Washington: Congressman Ed Markey, a known opponent of the Indo-US nuclear deal, has said the passage of a bill on the subject by a 298-117 vote in the House of Representatives was nothing to cheer about as Republicans hailed the move as a step forward in strengthening bilateral ties.
"More than twice as many members voted against the deal today as (those) voted against the Hyde Act that set the conditions for the deal two years ago" Markey said in a statement last night.
The Democrat from Massachussetts had insisted on a recorded roll call vote on the bill during the debate in the House on Friday.

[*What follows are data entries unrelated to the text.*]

import { useCurrentUser } from "../../lib/session.ts";
import { AuditPage } from "../../features/audit/components/audit-page.tsx";

export default function AuditRoute() {
  const user = useCurrentUser();
  return (
    <>
      <title>Audit · Jogwright</title>
      <AuditPage isAdmin={user.roles.includes("admin")} />
    </>
  );
}
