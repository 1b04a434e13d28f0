import { AuditPage } from "../../features/audit/components/audit-page.tsx";
import { titledRoute } from "./titled-route.tsx";

export default titledRoute("Audit", (user) => <AuditPage isAdmin={user.roles.includes("admin")} />);
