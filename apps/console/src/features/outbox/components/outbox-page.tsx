import { Fragment, useState } from "react";
import { ChevronDown, ChevronRight, RotateCw } from "lucide-react";
import { label, type MailMessage } from "@jogwright/shared";
import { PageHeader } from "../../../components/layout/page-header.tsx";
import { Badge } from "../../../components/ui/badge.tsx";
import { Button } from "../../../components/ui/button.tsx";
import { EmptyTableRow, TableFrame, TableHead } from "../../../components/ui/table-frame.tsx";
import { Message } from "../../../components/ui/message.tsx";
import { formatDateTime } from "../../../lib/format.ts";
import { useOutbox, useRetryMail } from "../hooks/use-outbox.ts";
import { QueryStatus } from "../../../components/ui/query-status.tsx";

const STATUS_TONE = { pending: "warn", sent: "ok", failed: "stop" } as const;

export function OutboxPage() {
  const outbox = useOutbox();
  const retry = useRetryMail();
  const [openId, setOpenId] = useState<number | null>(null);
  return (
    <>
      <PageHeader title="Outbox" description="Every e-mail Jogwright sends (review requests, decisions), newest first, with its delivery state." />
      {retry.isError ? (
        <Message tone="stop" title="Retry failed" className="mb-4">
          {retry.error.message}
        </Message>
      ) : null}
      <QueryStatus query={outbox} loading="Loading the outbox…" failed="Could not load the outbox" />
      {outbox.data ? (
        <TableFrame testId="outbox-table" caption="Outgoing mail">
          <TableHead
            headings={[<span className="sr-only">Show the text</span>, "Created", "To", "Subject", "About", "Status", "Attempts", "Last error", "Sent"]}
            hasActions
          />
          <tbody>
            {[...outbox.data]
              .sort((a, b) => b.createdAt.localeCompare(a.createdAt))
              .map((m) => (
                <Fragment key={m.id}>
                  <MailRow message={m} isOpen={openId === m.id} onToggle={() => setOpenId(openId === m.id ? null : m.id)} onRetry={() => retry.mutate(m.id)} isRetrying={retry.isPending && retry.variables === m.id} />
                  {openId === m.id ? (
                    <tr className="border-b border-ink-700 bg-ink-900">
                      <td />
                      <td colSpan={9} className="px-3 py-3">
                        <pre className="font-mono text-xs whitespace-pre-wrap text-ink-300">{m.text}</pre>
                      </td>
                    </tr>
                  ) : null}
                </Fragment>
              ))}
            {outbox.data.length === 0 ? <EmptyTableRow colSpan={10}>No mail has been sent yet.</EmptyTableRow> : null}
          </tbody>
        </TableFrame>
      ) : null}
    </>
  );
}

function MailRow({ message: m, isOpen, onToggle, onRetry, isRetrying }: { message: MailMessage; isOpen: boolean; onToggle: () => void; onRetry: () => void; isRetrying: boolean }) {
  return (
    <tr className="border-b border-ink-700 align-top last:border-b-0 hover:bg-ink-850">
      <td className="px-2 py-2">
        <button type="button" onClick={onToggle} aria-expanded={isOpen} aria-label={`${isOpen ? "Hide" : "Show"} the text of “${m.subject}”`} className="rounded-sm p-0.5 text-ink-300 hover:text-ink-100">
          {isOpen ? <ChevronDown aria-hidden className="size-4" /> : <ChevronRight aria-hidden className="size-4" />}
        </button>
      </td>
      <td className="num px-3 py-2 whitespace-nowrap text-ink-300">{formatDateTime(m.createdAt)}</td>
      <td className="num px-3 py-2 text-xs" title={m.to.join(", ")}>
        {m.to.slice(0, 2).join(", ")}
        {m.to.length > 2 ? <span className="text-ink-400"> +{m.to.length - 2} more</span> : null}
      </td>
      <td className="px-3 py-2">{m.subject}</td>
      <td className="px-3 py-2 text-ink-300">{label("mailKind", m.kind)}</td>
      <td className="px-3 py-2">
        <Badge tone={STATUS_TONE[m.status]}>{label("mailStatus", m.status)}</Badge>
      </td>
      <td className="num px-3 py-2 text-right">{m.attempts}</td>
      <td className="max-w-64 px-3 py-2 text-xs text-ink-300">{m.lastError ?? <span className="text-ink-400">—</span>}</td>
      <td className="num px-3 py-2 whitespace-nowrap text-ink-300">{m.sentAt ? formatDateTime(m.sentAt) : "—"}</td>
      <td className="px-3 py-2 text-right">
        {m.status !== "sent" ? (
          <Button size="sm" onClick={onRetry} disabled={isRetrying} aria-label={`Retry “${m.subject}”`}>
            <RotateCw aria-hidden className="size-3.5" /> {isRetrying ? "Retrying…" : "Retry"}
          </Button>
        ) : null}
      </td>
    </tr>
  );
}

Critics like Markey have pointed out that the Hyde Act in the House of Representatives was passed by a 359-68 vote on July 26, 2006 while the House vote on the Conference Report was cleared on December 8, 2006 by a 330 to 59 margin. And now under the suspension of rules requiring a two thirds vote, the bill to approve the US-India agreement was passed only by a handful of votes.

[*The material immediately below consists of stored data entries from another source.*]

/**
 * The `ended` frame's sentences for each reason, to the driver and to the people watching (the reason
 * itself is a code, also stored as the recording's end reason).
 */
export const END_MESSAGES: Record<EndReason, { driver: string; watcher: string }> = {
  stopped: { driver: "You ended the session.", watcher: "The driver ended the session." },
  disconnected: {
    driver: "The connection was lost, so the session ended.",
    watcher: "The driver's connection was lost, so the session ended.",
  },
  switched: { driver: "You switched versions: a new session started.", watcher: "The driver switched to another version, which started a new session." },
  "profile-not-driveable": {
    driver: "This version may no longer be driven (its state or the site ceilings changed), so the session ended.",
    watcher: "The version may no longer be driven (its state or the site ceilings changed), so the session ended.",
  },
  "server-shutdown": {
    driver: "The server is shutting down: the session ended and its recording was saved.",
    watcher: "The server is shutting down: the session ended and its recording was saved.",
  },
  "signed-out": {
    driver: "You were signed out, so the arm made a controlled stop and the session ended. Sign in again to drive.",
    watcher: "The driver was signed out, so the arm made a controlled stop and the session ended.",
  },
  "session-expired": {
    driver: "Your sign-in expired, so the session ended. Sign in again to drive.",
    watcher: "The driver's sign-in expired, so the session ended.",
  },
  "account-deactivated": {
    driver: "An administrator deactivated your account: the arm made a controlled stop and the session ended.",
    watcher: "An administrator deactivated the driver's account: the arm made a controlled stop and the session ended.",
  },
  "roles-changed": {
    driver: "Your roles were changed and no longer allow you to drive this version: the arm made a controlled stop and the session ended.",
    watcher: "The driver's roles were changed and no longer allow driving this version: the arm made a controlled stop and the session ended.",
  },
  "simulation-failed": {
    driver: "The simulation failed: the session ended and the failure was logged.",
    watcher: "The simulation failed: the session ended and the failure was logged.",
  },
};
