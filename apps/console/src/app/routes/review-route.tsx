import { useParams } from "react-router";
import { useCurrentUser } from "../../lib/session.ts";
import { ReviewPage } from "../../features/reviews/components/review-page.tsx";
import { NotFoundRoute } from "./not-found-route.tsx";

export default function ReviewRoute() {
  const user = useCurrentUser();
  const versionId = Number(useParams().versionId);
  if (!Number.isInteger(versionId) || versionId <= 0) return <NotFoundRoute />;
  return <ReviewPage key={versionId} versionId={versionId} user={user} />;
}
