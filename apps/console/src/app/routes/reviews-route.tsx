import { ReviewsPage } from "../../features/reviews/components/reviews-page.tsx";
import { titledRoute } from "./titled-route.tsx";

export default titledRoute("Reviews", () => <ReviewsPage />);
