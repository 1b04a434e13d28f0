import { CeilingsPage } from "../../features/ceilings/components/ceilings-page.tsx";
import { titledRoute } from "./titled-route.tsx";

export default titledRoute("Ceilings", (user) => <CeilingsPage canEdit={user.roles.includes("safety_officer")} />);
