import { useCurrentUser } from "../../features/auth/hooks/use-session.ts";
import { ProfilesPage } from "../../features/profiles/components/profiles-page.tsx";

export default function ProfilesRoute() {
  const user = useCurrentUser();
  return <ProfilesPage user={user} />;
}
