import { z } from "zod";
import { profileVersionSchema, type ProfileVersion } from "@jogwright/shared";
import { apiRequest } from "../../../lib/api-client.ts";

export { reviewQueueQueryOptions, type ReviewItem } from "../../../lib/queries/reviews.ts";

const oneVersionSchema = z.object({ version: profileVersionSchema });

export type Decision = "approve" | "reject" | "retire";

export type DecisionInput =
  | { decision: "approve"; comment: string; paramsSha256: string; rollback?: boolean }
  | { decision: "reject"; reason: string }
  | { decision: "retire"; reason: string };

export async function decideVersion(versionId: number, input: DecisionInput): Promise<ProfileVersion> {
  const { decision, ...body } = input;
  return (await apiRequest(`/api/versions/${versionId}/${decision}`, { method: "POST", body, schema: oneVersionSchema })).version;
}

/** A safety officer re-confirms a flagged approved version under the ceilings in force (409 while it is above them). */
export async function reconfirmVersion(versionId: number, comment: string): Promise<ProfileVersion> {
  return (await apiRequest(`/api/versions/${versionId}/reconfirm`, { method: "POST", body: { comment }, schema: oneVersionSchema })).version;
}
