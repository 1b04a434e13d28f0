import { useParams } from "react-router";
import { ReviewReport } from "../../features/reviews/components/review-report.tsx";
import { NotFoundRoute } from "./not-found-route.tsx";

export default function ReviewReportRoute() {
  const versionId = Number(useParams().versionId);
  if (!Number.isInteger(versionId) || versionId <= 0) return <NotFoundRoute />;
  return <ReviewReport key={versionId} versionId={versionId} />;
}
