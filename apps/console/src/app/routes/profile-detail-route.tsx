import { useParams } from "react-router";
import { useCurrentUser } from "../../lib/session.ts";
import { ProfileDetailPage } from "../../features/profiles/components/profile-detail-page.tsx";
import { NotFoundRoute } from "./not-found-route.tsx";

export default function ProfileDetailRoute() {
  const user = useCurrentUser();
  const profileId = Number(useParams().profileId);
  if (!Number.isInteger(profileId) || profileId <= 0) return <NotFoundRoute />;
  // Keyed so that moving between profiles starts every form and comparison afresh.
  return <ProfileDetailPage key={profileId} profileId={profileId} user={user} />;
}
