import { ArmsPage } from "../../features/arms/components/arms-page.tsx";
import { useCurrentUser } from "../../lib/session.ts";

export default function ArmsRoute() {
  const user = useCurrentUser();
  return (
    <>
      <title>Arms · Jogwright</title>
      <ArmsPage user={user} />
    </>
  );
}
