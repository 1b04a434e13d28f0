import { DrivePage } from "../../features/drive/components/drive-page.tsx";

export default function DriveRoute() {
  return (
    <>
      <title>Drive · Jogwright</title>
      <DrivePage />
    </>
  );
}
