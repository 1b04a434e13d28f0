import { useMutation, useQueryClient } from "@tanstack/react-query";
import type { Ceilings } from "@jogwright/shared";
import { auditKeys } from "../../../lib/queries/audit.ts";
import { ceilingKeys } from "../../../lib/queries/ceilings.ts";
import { profileKeys, versionKeys } from "../../../lib/queries/profiles.ts";
import { updateCeilings } from "../api/ceilings-api.ts";

/** Lowering a ceiling can flag approved versions, so profiles and versions are refetched too. */
export function useUpdateCeilings() {
  const queryClient = useQueryClient();
  return useMutation({
    mutationFn: (input: { revision: number; ceilings: Ceilings; note: string }) => updateCeilings(input),
    onSuccess: (result) => {
      queryClient.setQueryData(ceilingKeys.current(), result.record);
      return Promise.all([
        queryClient.invalidateQueries({ queryKey: ceilingKeys.all }),
        queryClient.invalidateQueries({ queryKey: profileKeys.all }),
        queryClient.invalidateQueries({ queryKey: versionKeys.all }),
        queryClient.invalidateQueries({ queryKey: auditKeys.all }),
      ]);
    },
    onError: () => queryClient.invalidateQueries({ queryKey: ceilingKeys.all }),
  });
}
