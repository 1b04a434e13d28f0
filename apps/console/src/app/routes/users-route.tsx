import { useCurrentUser } from "../../lib/session.ts";
import { UsersPage } from "../../features/users/components/users-page.tsx";

export default function UsersRoute() {
  const user = useCurrentUser();
  return (
    <>
      <title>Users · Jogwright</title>
      <UsersPage currentUserId={user.id} />
    </>
  );
}
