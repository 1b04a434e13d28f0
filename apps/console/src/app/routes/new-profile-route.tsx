import { useCurrentUser } from "../../lib/session.ts";
import { NewProfilePage } from "../../features/profiles/components/new-profile-page.tsx";
import { NotAvailable } from "./not-available.tsx";

export default function NewProfileRoute() {
  const user = useCurrentUser();
  if (!user.roles.includes("engineer")) return <NotAvailable pageRoles={["engineer"]} userRoles={user.roles} />;
  return <NewProfilePage />;
}
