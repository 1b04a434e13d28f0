import { OutboxPage } from "../../features/outbox/components/outbox-page.tsx";

export default function OutboxRoute() {
  return (
    <>
      <title>Outbox · Jogwright</title>
      <OutboxPage />
    </>
  );
}
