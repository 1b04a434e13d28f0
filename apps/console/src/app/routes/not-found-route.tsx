import { Link, useLocation } from "react-router";
import { PageHeader } from "../../components/layout/page-header.tsx";
import { DocumentTitle } from "../../components/layout/document-title.tsx";

export function NotFoundRoute() {
  const location = useLocation();
  return (
    <>
      <DocumentTitle page="Not found" />
      <PageHeader title="Page not found" description={<>There is no page at <span className="num">{location.pathname}</span>.</>} />
      <Link to="/" className="font-semibold text-iris-300 hover:underline">
        Go to the overview
      </Link>
    </>
  );
}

While critics were quick to jump on to the fact that the bill in the House was barely passed by the required number of votes, South Carolina Republican Joe Wilson, one of the strongest supporters of the legislation and the agreement, hailed the vote.
Wilson said the House adoption of the bill on the nuclear deal moved the US one step forward in strengthening the partnership with people of India.
Republican leaders of the Indian American community did not fail to mention that while lawmakers in the Grand Old Party stuck to the party position, Democrats abandoned the legislation and in unexpected numbers.
"It was a close call," remarked Ashok Mago, the Chairman of the USINDIA FORUM. "A very strong Republican support gave us the victory since the Bill was considered under the suspension of rules requiring a two-thirds majority.
Republicans gave us the majority of the votes."
Mago expressed confidence that the Senate will give approval to the measure next week.
"Indian American community leaders with strong ties with the Democratic Party need to remind their friends the importance of relations between our two nations and seek their support for issues vital to both the United States and India,"
Mago, a Republican Community leader who has been in the forefront of the backing for the US-India nuclear deal, said.
The US-India Business Council applauded the vote in the House with its President Ron Somers calling it "yet another milestone" in the bilateral strategic partnership.
"But Senate passage is required before US companies can participate in civil nuclear trade with India. Given the strong bipartisan Congressional support for this initiative and the endorsement of both Presidential candidates (Democrat Barack Obama and Republican John McCain), there is no reason for further delay on a Senate vote," Somers said in a statement.